Dealing with IoT data is a massive challenge. According to Gartner’s estimates, in 2015 there were more than 6.4 billion IoT devices in service, and those were being added to at the rate of about 5.5 million new devices each day. That works out to about a 30 percent increase year-over-year. Given the amount of streaming data that represents (tens of exabytes per month), no single system is capable storing it, much less analyzing it.

However, managing subsets of this global data is certainly feasible for specific problems. An initial implementation of the macroscope technology is IBM’s Physical Analytics Integrated Data Repository and Services (PAIRS), a platform that enables assembly, retrieval, and analysis of geospatial datasets. PAIRS ingests raw data from a variety of public and private repositories. Those include such sources as NASA, the US Department of Agriculture, NOAA, and the Met Office, as well as other internet sites. Unlike a traditional geographic information system (GIS), where data is scattered between different sources, leaving it up to the user to deal with the different formats and the data management, PAIRS offers a curated data-as-a-service capability.

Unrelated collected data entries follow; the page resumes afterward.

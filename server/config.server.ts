import { z } from "zod";

// Validated once at start-up so a missing or malformed variable fails loudly, not mid-request.
const EnvironmentSchema = z.object({
  NODE_ENV: z.enum(["development", "production", "test"]).default("development"),
  DATABASE_URL: z.string().url({ message: "DATABASE_URL must be a postgres:// URL" }),
  SESSION_SECRET: z.string().min(16, "SESSION_SECRET must be at least 16 characters"),
  /**
   * The key that seals second-factor secrets at rest (docs/decisions/019); comma-separated to
   * rotate (the first seals, every one opens). `npm start` keeps one in .data; without it the key
   * is derived from the first SESSION_SECRET, so rotating that would orphan enrolled secrets.
   */
  SECOND_FACTOR_KEY: z.string().min(16, "SECOND_FACTOR_KEY must be at least 16 characters").optional(),
  /**
   * This site's origin (scheme, host, port): the only base of e-mailed links and the only Origin
   * the same-origin guard accepts (docs/decisions/013). Required in production.
   */
  APP_ORIGIN: z
    .string()
    .url({ message: "APP_ORIGIN must be a URL such as https://sallyport.example.com" })
    .refine((value) => /^https?:$/.test(new URL(value).protocol) && new URL(value).pathname === "/" && !new URL(value).search && !new URL(value).hash, "APP_ORIGIN must be an http(s) origin without a path, such as https://sallyport.example.com")
    .optional(),
  /**
   * "1" says this is a local run (`npm start`, `npm test`, the browser tests): production mode
   * without APP_ORIGIN then serves http://localhost:PORT instead of refusing to start.
   */
  SALLYPORT_LOCAL: z.enum(["0", "1"]).default("0"),
  PORT: z.coerce.number().int().min(0).max(65535).default(3000),
  HOST: z.string().default("127.0.0.1"),
  /**
   * "1" trusts X-Forwarded-For for the client address (behind a reverse proxy). Host and
   * X-Forwarded-Host are never trusted: the app's origin is APP_ORIGIN (docs/decisions/013).
   */
  TRUST_PROXY: z.enum(["0", "1"]).default("0"),
  /** The secret that opens the local outbox (`npm start` generates and prints it); without one the outbox stays shut. */
  OUTBOX_SECRET: z.string().min(16, "OUTBOX_SECRET must be at least 16 characters").optional(),
  /** "1" lets the outbox open while the server listens beyond loopback (HOST not 127.0.0.1, ::1 or localhost). */
  OUTBOX_BEYOND_LOOPBACK: z.enum(["0", "1"]).default("0"),
  /** A session ends after this many minutes without a request (NIST SP 800-63B §4.2.3, AAL2: 30). */
  SESSION_IDLE_MINUTES: z.coerce.number().int().min(1).max(24 * 60).default(30),
  /** …and this many hours after sign-in whatever the activity (NIST SP 800-63B §4.2.3, AAL2: 12). */
  SESSION_ABSOLUTE_HOURS: z.coerce.number().int().min(1).max(24 * 30).default(12),
  /** Overrides the Secure cookie flag (on in production by default). */
  COOKIE_SECURE: z.enum(["0", "1"]).optional(),
  SMTP_HOST: z.string().default("127.0.0.1"),
  SMTP_PORT: z.coerce.number().int().min(1).max(65535).default(2525),
  SMTP_SECURE: z.enum(["0", "1"]).default("0"),
  SMTP_USER: z.string().optional(),
  SMTP_PASSWORD: z.string().optional(),
  MAIL_FROM: z.string().default("Sallyport <no-reply@sallyport.invalid>"),
  /** Set by `npm start`/`npm test` when the local fake SMTP server catches all mail. */
  SALLYPORT_FAKE_SMTP: z.enum(["0", "1"]).default("0"),
  MAIL_OUTBOX_DIR: z.string().optional(),
  /** "1" adds a Server-Timing header with each response's database query count and time. */
  SERVER_TIMING: z.enum(["0", "1"]).default("0"),
  /**
   * Sign-ups one client address may attempt per hour (server/auth/throttle.server.ts). Raise it
   * where many people sign up from one address (a classroom behind one NAT, the browser tests).
   */
  SIGN_UPS_PER_CLIENT: z.coerce.number().int().min(1, "SIGN_UPS_PER_CLIENT must be at least 1").max(10_000).default(30),
  /** Requests one web process works at once; the rest wait their fair turn (server/http/admission.server.ts, docs/decisions/024; 1 since decision 030 — a demo answer then waits for one page, not beside it; 2 from 029, 4 before). */
  ADMISSION_CONCURRENCY: z.coerce.number().int().min(1, "ADMISSION_CONCURRENCY must be at least 1").max(1024).default(1),
  /** "1": every answer says how long it waited for its turn (Server-Timing "turn"), for the load benchmark. */
  ADMISSION_TIMING: z.enum(["0", "1"]).default("0"),
  /**
   * Origins (comma-separated, e.g. "https://ops.example") whose pages may call the REST API from a
   * browser (CORS); empty, the default, leaves CORS off (docs/decisions/014).
   */
  API_CORS_ORIGINS: z
    .string()
    .default("")
    .transform((text) => text.split(",").map((origin) => origin.trim()).filter(Boolean))
    .pipe(z.array(z.url({ protocol: /^https?$/, message: "API_CORS_ORIGINS must list origins like https://ops.example, separated by commas" }).refine((origin) => new URL(origin).origin === origin, "API_CORS_ORIGINS must list bare origins (scheme, host and port, no path)"))),
});

export type Environment = z.infer<typeof EnvironmentSchema>;

let cached: Environment | undefined;

export function getEnvironment(): Environment {
  if (cached) return cached;
  const parsed = EnvironmentSchema.safeParse(process.env);
  if (!parsed.success) {
    const problems = parsed.error.issues.map((issue) => `  ${issue.path.join(".")}: ${issue.message}`);
    throw new Error(`Invalid environment:\n${problems.join("\n")}\nStart the app with \`npm start\`, which sets these.`);
  }
  if (parsed.data.NODE_ENV === "production" && !parsed.data.APP_ORIGIN && parsed.data.SALLYPORT_LOCAL !== "1") {
    throw new Error(
      "Invalid environment:\n  APP_ORIGIN: required in production — the origin people reach Sallyport at, such as https://sallyport.example.com. " +
        "E-mailed links are built from it and state-changing requests must come from it (never from the request's Host).\n" +
        "For a local run, `npm start` sets it (or set SALLYPORT_LOCAL=1 to serve http://localhost:PORT).",
    );
  }
  cached = parsed.data;
  return cached;
}

/** This site's origin, "https://host[:port]" without a trailing slash: APP_ORIGIN, or http://localhost:PORT on a local run. */
export function appOrigin(): string {
  const environment = getEnvironment();
  return environment.APP_ORIGIN ? new URL(environment.APP_ORIGIN).origin : `http://localhost:${environment.PORT}`;
}

/** Whether HOST is a loopback address or name (RFC 1122 §3.2.1.3: 127/8; RFC 4291 §2.5.3: ::1). */
export function listensOnLoopbackOnly(host = getEnvironment().HOST): boolean {
  const bare = host.replace(/^\[|\]$/g, "").toLowerCase();
  return bare === "localhost" || bare === "::1" || /^127\.\d{1,3}\.\d{1,3}\.\d{1,3}$/.test(bare);
}

/** How long a session lasts: idle and absolute, in milliseconds. */
export function sessionLimits(): { idleMs: number; absoluteMs: number } {
  const environment = getEnvironment();
  return { idleMs: environment.SESSION_IDLE_MINUTES * 60_000, absoluteMs: environment.SESSION_ABSOLUTE_HOURS * 3_600_000 };
}

export function isProduction(): boolean {
  return getEnvironment().NODE_ENV === "production";
}

/**
 * Whether the local outbox page exists: the fake SMTP server catches the mail, a secret is set
 * to open it with, and the server listens on loopback only (unless OUTBOX_BEYOND_LOOPBACK=1).
 */
export function isOutboxEnabled(): boolean {
  return outboxEnabledFor(getEnvironment());
}

/** The same, for a given environment (pure, for tests). */
export function outboxEnabledFor(environment: Pick<Environment, "SALLYPORT_FAKE_SMTP" | "MAIL_OUTBOX_DIR" | "OUTBOX_SECRET" | "HOST" | "OUTBOX_BEYOND_LOOPBACK">): boolean {
  if (environment.SALLYPORT_FAKE_SMTP !== "1" || !environment.MAIL_OUTBOX_DIR || !environment.OUTBOX_SECRET) return false;
  return listensOnLoopbackOnly(environment.HOST) || environment.OUTBOX_BEYOND_LOOPBACK === "1";
}

/**
 * Secure cookies (OWASP ASVS 3.4.1) in production or whenever the site is served over https,
 * unless COOKIE_SECURE overrides.
 */
export function isCookieSecure(): boolean {
  const override = getEnvironment().COOKIE_SECURE;
  if (override) return override === "1";
  return isProduction() || appOrigin().startsWith("https:");
}

/** Comma-separated so secrets can be rotated: the first signs, all verify. */
export function getCookieSecrets(): string[] {
  return getEnvironment().SESSION_SECRET.split(",").map((secret) => secret.trim()).filter(Boolean);
}

/** The secrets second-factor keys are derived from: SECOND_FACTOR_KEY's, else the first session secret. */
export function getSecondFactorKeySecrets(): string[] {
  const configured = getEnvironment().SECOND_FACTOR_KEY;
  const secrets = (configured ?? "").split(",").map((secret) => secret.trim()).filter(Boolean);
  return secrets.length > 0 ? secrets : [`session:${getCookieSecrets()[0]}`];
}

export function isServerTimingEnabled(): boolean {
  return getEnvironment().SERVER_TIMING === "1";
}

PAIRS dynamically monitors web pages and FTP sites for new data, which is then downloaded, filtered, and remapped into its internal data store. At the center of PAIRS is a Hadoop/Hbase server cluster that is capable of storing and analyzing petabytes of data. The system uses a data indexing method which “result in spatially and temporally linked data layers, both for data from 2D grids (e.g. satellite images, weather, soil, land use, etc.) and from point locations (e.g. social media data, measurements from distributed sensor networks etc.).” An API is provided for applications to query the database.

The inspiration for the technology began with a precision agriculture project that IBM researchers got involved with in 2012. Gallo Winery was looking to optimize its use of irrigation water in its vineyards, which turns out to be a big expense for the 12,000 acres of wine grapes it maintains in California. Using real-time meteorological and soil sensor data, along with satellite imagery and historical weather records, IBM researchers were able to devise software that could calculate optimal water usage across a given vineyard. Irrigation was controlled remotely via IBM’s cloud service. After three years, they achieved a 26 percent increase in grape yield with 15 percent more efficient use of water in their test plots. Simultaneously, grape quality improved by 50 percent.

IBM Research’s Physical Analytics group wants to refine and generalize these precision agriculture techniques for global deployment. And not just for irrigation. By applying the proper machine learning techniques, choice of crop variety, planting time, and fertilizer regime can all be optimized, and these are especially critical where food supply and security are pressing issues.

Hamann says the biggest hurdle is curation. According to him data scientists can spend 80 to 90 percent of their time cleaning, indexing and formatting the data. He concludes: “At the heart of our vision and development of a platform for collecting, curating and searching global data by space and time, is a set of technologies that include new indexing schemes for data from the physical world, smart cognitive data curation, parallel processing, and both large scale and physics-inspired machine-learning.”